### EXERCISE OBJECTIVE
Write out, word for word, the part of the listing below that opens with the line containing "i = int(np.argmax(values))" and closes with the line containing "scale at hour", keeping both of those lines and adding no others.

### PROVIDED DATA
"""Helpers the figures share: label colours, percentage labels, scales and axes."""

from __future__ import annotations

from collections.abc import Sequence
from datetime import datetime, timedelta

import numpy as np
from matplotlib.axes import Axes
from matplotlib.colors import to_rgb

from ..style import INK, MUTED, WEIGHT_EDGE, short

__all__ = ["text_on", "edge", "pct_label", "scale", "mark_off_scale", "bars_h", "time_axis"]


def text_on(colour: str) -> str:
    """White or ink text, whichever reads better on ``colour`` (relative luminance, WCAG 2)."""
    def channel(c: float) -> float:
        return c / 12.92 if c <= 0.03928 else ((c + 0.055) / 1.055) ** 2.4

    r, g, b = (channel(c) for c in to_rgb(colour))
    luminance = 0.2126 * r + 0.7152 * g + 0.0722 * b
    return "white" if luminance < 0.25 else INK


def edge(key: str) -> str:
    return WEIGHT_EDGE if key == "weight" else "none"


def pct_label(x: float) -> str:
    if x >= 0.095:
        return f"{100 * x:.0f}%"
    return f"{100 * x:.1f}%" if x >= 0.0005 or x == 0 else "<0.1%"


def scale(series: Sequence[np.ndarray], warm_hours: int) -> tuple[float, float]:
    """(axis top, highest value on the scale): leaves out the first ``warm_hours`` when they tower over the rest.

    Until a first rest period has passed no device is resting, so more devices are eligible
    than later on; letting those hours set the scale would flatten the daily cycle.
    """
    peak = max((float(np.max(v)) for v in series if len(v)), default=0.0)
    later = max((float(np.max(v[warm_hours:])) for v in series if len(v) > warm_hours), default=0.0)
    if 0 < warm_hours and later > 0 and peak > 1.3 * later:
        return later * 1.1, later
    return max(peak * 1.08, 1e-9), peak


def mark_off_scale(ax: Axes, values: np.ndarray, top: float) -> None:
    """Label the highest value that runs off the top of the axis."""
    if len(values) and float(np.max(values)) > top:
        i = int(np.argmax(values))
        v = float(values[i])
        text = f"{v:,.0f}" if v >= 100 else f"{v:.3g}"
        ax.text(0.995, 0.95, f"off scale at hour {i}: {text}", transform=ax.transAxes, ha="right", va="top",
                fontsize=7.5, color=MUTED, bbox={"facecolor": "white", "edgecolor": "none", "alpha": 0.8, "pad": 1.0})


def bars_h(ax: Axes, names: Sequence[str]) -> np.ndarray:
    y = np.arange(len(names))
    ax.set_yticks(y, [short(n) for n in names])
    ax.set_ylim(len(names) - 0.4, -0.6)
    ax.grid(axis="y", visible=False)
    return y


def time_axis(ax: Axes, n_hours: int, start: datetime, labels: bool) -> None:
    """Ticks at midnights UTC (every 6 hours on short runs), labelled with the date."""
    every = 6 if n_hours <= 48 else 24
    ticks = [h for h in range(n_hours + 1) if (start + timedelta(hours=h)).hour % every == 0
             and (start + timedelta(hours=h)).minute == 0]
    names = []
    for h in ticks:
        moment = start + timedelta(hours=h)
        names.append(moment.strftime("%a %d %b") if moment.hour == 0 else moment.strftime("%H:%M"))
    ax.set_xticks(ticks, names if labels else [""] * len(ticks))
    if every == 24:
        ax.set_xticks([h for h in range(n_hours + 1) if (start + timedelta(hours=h)).hour % 6 == 0], minor=True)
    ax.set_xlim(0, n_hours)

### EXERCISE SOLUTION
        i = int(np.argmax(values))
        v = float(values[i])
        text = f"{v:,.0f}" if v >= 100 else f"{v:.3g}"
        ax.text(0.995, 0.95, f"off scale at hour {i}: {text}", transform=ax.transAxes, ha="right", va="top",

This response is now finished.